HAHA. Stoner Skagit.

hxxp://seattletimes.nwsource.com/html/localnews/2014571208_hempfest22m.html


----------



## OGKushman (Mar 23, 2011)

I wanted to go to that....really

Someone on here told me about it.....couldnt make it the 1200 mile trip


----------



## nouvellechef (Mar 23, 2011)

OGKushman said:
			
		

> I wanted to go to that....really
> 
> Someone on here told me about it.....couldnt make it the 1200 mile trip



Its not till August


----------



## 4u2sm0ke (Mar 23, 2011)

haha  some come from all over the Globe....Got My VIP passes all ready:yay:

Any real nice looking Ladies wanna join....just PM me...:doh:   NO HOOK UPS..

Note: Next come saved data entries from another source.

# Gap between a transferred hydrogen and the atom that takes it, in bond lengths: room for a
# curved arrow, close enough to read as one event.
TRANSFER_GAP = 1.5
# Heavy atom to heavy atom across a proton hop, in bond lengths: near enough for a short arrow,
# far enough for the hydrogen between them.
PARTNER_REACH = (2.0, 2.6)
OPEN_BOND = 1.5      # a bond about to form between two species, as chemists draw it
LEFTOVER_GAP = 0.8   # between the labels of species that meet no other, set in a row on the right
# Partners of a cycloaddition: wider, so each of the arrows around the forming ring has room
# to bend and no head sits under another.
CYCLOADDITION_GAP = 1.8
# Two molecules about to bond wait this far apart (atom to atom, bond lengths), facing each
# other, so the curved arrow between them has room to bend.
APPROACH = 2.2
_CLEARANCE = 1.2     # nearest approach allowed between atoms of separately placed clusters
# A by-product left where it acted, with nothing nearer than this (bond lengths), is stranded.
_STRANDED = 1.8
_CARRIED_NEARER = 0.3   # ...and carried with the molecule it left only if that brings it this much nearer
_LET_GO = 1.6        # a leaving group's atom stands this far from the atom it left, once gone
_LET_GO_REACH = 3.0  # ...and no further than this from the atom it takes a proton from next
_LET_GO_CLEAR = 1.5  # ...and, where it can, keeps other atoms this far off
_HELD_APART_ROOM = 0.8   # least room for a cycloaddition partner held off its partner
_CURLED = 1.3        # a bond about to form, depicted shorter than this, is drawn curled into its ring
_TAKEN = 0.4         # an atom this near a spot stands on it
_CROWDED = 0.8       # atoms of two clusters nearer than this read as one jumble (labels overlap)
# Furthest a bystander steps clear. One left where it acted, lying right across a molecule placed
# there since (a spent Et3NH+ over the enone that enters next), clears it only past its own width.
_STEP_CLEAR_REACH = 6.0
_HYDROGEN_ROOM = 0.85   # nearest approach of any other atom to a travelling hydrogen
_HYDROGEN_ROOM_SCORED = 1.2   # more room than this round a travelling hydrogen counts no more
_FED_ANGLE = math.radians(80)   # least angle between a C-H and the bond its pair goes into
# ...or, where every spot that wide sends the arrow across another bond of the carbon or onto it
# (three other bonds round the carbon), the least angle of the hydrogen in the gap next to it.
_NEAR_FED_ANGLE = math.radians(50)
# A spot that wide stands squeezed against another bond nearer than this: in a regular 120-degree
# gap the one spot 80 degrees from the fed bond stands 40 from the other bond.
_SQUEEZED = math.radians(41)
_FAR_FROM_PARTNER = 0.5   # bond lengths off a comfortable hop: a partner placed out of reach of that gap
_WAITING_CLEARANCE = 1.5   # a molecule waiting its turn keeps further clear of the arrows at work
_COMPASS = np.exp(1j * np.arange(36) * np.pi / 18)     # directions tried, every 10 degrees
_COMPASS_COLUMN = _COMPASS[:, None]                     # (the same, one per row: a view made once)
# Directions a travelling hydrogen may turn to, every 15 degrees.
_HYDROGEN_COMPASS = tuple(cmath.rect(1.0, step * math.pi / 12) for step in range(24))
_HYDROGEN_COMPASS_ARRAY = np.array(_HYDROGEN_COMPASS)
_ALONG_BOND = math.radians(35)   # least angle between a travelling hydrogen and its holder's bonds
_SEVENTY = math.radians(70)
_BEHIND_A_BOND = math.radians(45)   # a partner this near a bond's direction lies behind the bond
_CURLED_REACH = 1.75   # farthest a curled ring's atom stands from its middle, in circumradii of the regular ring
_ROOM_OUT_OF_CURL = 0.55   # least room that takes a hydrogen out of a curled ring (less, its label meets another)
_OPEN_ANGLE = math.radians(105)   # least angle a hydrogen leaning toward its partner keeps from a lone other bond
_HIDDEN_VERTEX = math.radians(160)   # two bonds of a bare vertex straighter than this hide it
_OFF_A_BOND = math.radians(35)   # least angle between a travelling hydrogen's bond and its holder's others
_SIXTY = math.radians(60)
# Least angle between a hydrogen turned round its holder to face the atom that takes it and the
# holder's bonds (its holder's neighbours are kept off by it, not by _HYDROGEN_ROOM: in a
# 90-degree gap it stands 0.7-0.8 bond lengths from them).
_FACING_OFF_A_BOND = math.radians(40)
_RING_ANGLE_SLACK = math.radians(30)   # a ring angle further than this from the regular polygon's reads as squeezed
_STANDING_BY_REACH = 2.1   # bond lengths: a molecule this near an atom in the panel before its new bond takes room
_CROWDED_MIRROR = 0.95   # least room round a leaving branch mirrored to stand anti to a shift
_BACKSIDE_ROOM = math.radians(55)   # a nucleophile's line of approach from the centre's other bonds
# Ways to place a cluster next to its partner, in order of preference: (penalty, turn of the
# approach line in 20-degree steps, spin of the cluster in 30-degree steps, extra distance). A
# proton partner keeps close: half a bond length further out costs as much as an 80-degree turn.
_BOND_OPTIONS = sorted((abs(t) + abs(s) * 0.7, t, s, 0.0) for t in (0, 1, -1, 2, -2, 3, -3) for s in (0, 1, -1, 2, -2, 6))
_HOP_OPTIONS = sorted((abs(t) + abs(s) * 0.7 + 8 * e, t, s, e) for t in (0, 1, -1, 2, -2, 3, -3)
                      for s in (0, 1, -1, 2, -2, 6) for e in (0.0, 0.5, 1.0))

# A molecule about to bond that finds every spot near its preferred side crowded looks all round
# its anchor (turns of 20 degrees, the same spins).
_ROUND_BOND_OPTIONS = sorted((abs(t) + abs(s) * 0.7, t, s, 0.0) for t in range(-9, 10) for s in (0, 1, -1, 2, -2, 6))
# The same without spins, for a cluster that bonds by an sp atom (a diazo compound's middle N).
_STRAIGHT_BOND_OPTIONS = [o for o in _BOND_OPTIONS if o[2] == 0]
_STRAIGHT_ROUND_BOND_OPTIONS = [o for o in _ROUND_BOND_OPTIONS if o[2] == 0]
# A separate piece set to face the one it bonds to in the next step: the distances from its
# partner tried, and the turns from the partner's free direction, every 10 degrees, nearest first.
_FACING_DISTANCES = (CYCLOADDITION_GAP, 2.2, 2.6, 3.0)
_FACING_TURNS = tuple(cmath.rect(1.0, math.radians(10 * k)) for k in sorted(range(-17, 19), key=abs))
# A chain end (one bond of its own) bonds on at 120 degrees to that bond (_joining_side): a spin
# about it opens the angle to 150 or 180 (a methylamine's N straight between its methyl and the
# C it joins) or closes it. Where a spot is clear with the angle kept or mirrored (a spin of 120
# degrees), it is taken before any other.
_CHAIN_END_OPTIONS = sorted((abs(t) + (2.8 if s else 0.0), t, s, 0.0) for t in (0, 1, -1, 2, -2, 3, -3)
                            for s in (0, 4, -4))
# A partner that hops twice while it stands still looks further round its anchor for a spot near both.
# (Turns in steps of 10 degrees here, distances in quarter bond lengths.)
_PARTNER_OPTIONS = sorted((abs(t) + abs(s) * 0.7 + e, t, s, e) for t in np.arange(-5.0, 5.5, 0.5)
                          for s in (0, 1, -1, 2, -2, 6) for e in (0.0, 0.25, 0.5, 0.75, 1.0))
_PARTNER_PREFERENCE = np.array([o[0] for o in _PARTNER_OPTIONS])
_PARTNER_EXTRA = np.array([o[3] for o in _PARTNER_OPTIONS])
# A partner whose arrow would cross a bond from every spot on its preferred side looks all round.
_ROUND_OPTIONS = sorted((abs(t) + abs(s) * 0.7 + 8 * e, t, s, e) for t in np.arange(-9.0, 9.5, 0.5)
                        for s in (0, 1, -1, 2, -2, 6) for e in (0.0, 0.5, 1.0))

well untill AUG anyway:giggle:


----------



## nouvellechef (Mar 23, 2011)

4u2sm0ke said:
			
		

> haha  some come from all over the Globe....Got My VIP passes all ready:yay:
> 
> Any real nice looking Ladies wanna join....just PM me...:doh:   NO HOOK UPS..
> 
> well untill AUG anyway:giggle:



Whatever. If you WANT to hook up. Holla


----------



## OGKushman (Mar 23, 2011)

yea but that means id have to start hitchhiking now


----------



## 420_Osborn (Mar 23, 2011)

:rofl:

I'd drive ya the last 150 miles


----------



## OGKushman (Mar 23, 2011)

I only get 15mpg so that aint happening lol

but thank you for real for the offer! If i change my mindz ill let you know.


----------



## 4u2sm0ke (Mar 23, 2011)

OGKushman said:
			
		

> yea but that means id have to start hitchhiking now


----------



## cubby (Mar 23, 2011)

I've been considdering attending this year myself. Checked out thier site, looks really cool, especialy like the perks for VIP's. I'm betting lodging is a pain. Gonna' see how close I can get an RV.


----------



## nouvellechef (Mar 23, 2011)

Just remember. Anything is cab ride away for a few dollars. A ferry across the water to the islands have amazing places to stay for cheap. Basically its just a place to sleep. You will be at the festival from morning till night anyhow.


----------



## Roddy (Mar 23, 2011)

Hmmm.....will be in Seattle in August, but on business doing a cruise. Will have to see if this coincides! Cruise leaves on the 21st...now if only the event is close to my hotel and geocaching event!


----------



## SKAGITMAGIC (Mar 23, 2011)

hey sorry about all that font stuff i dont know where it came from. the email i cut and pasted it from didn't have that.


----------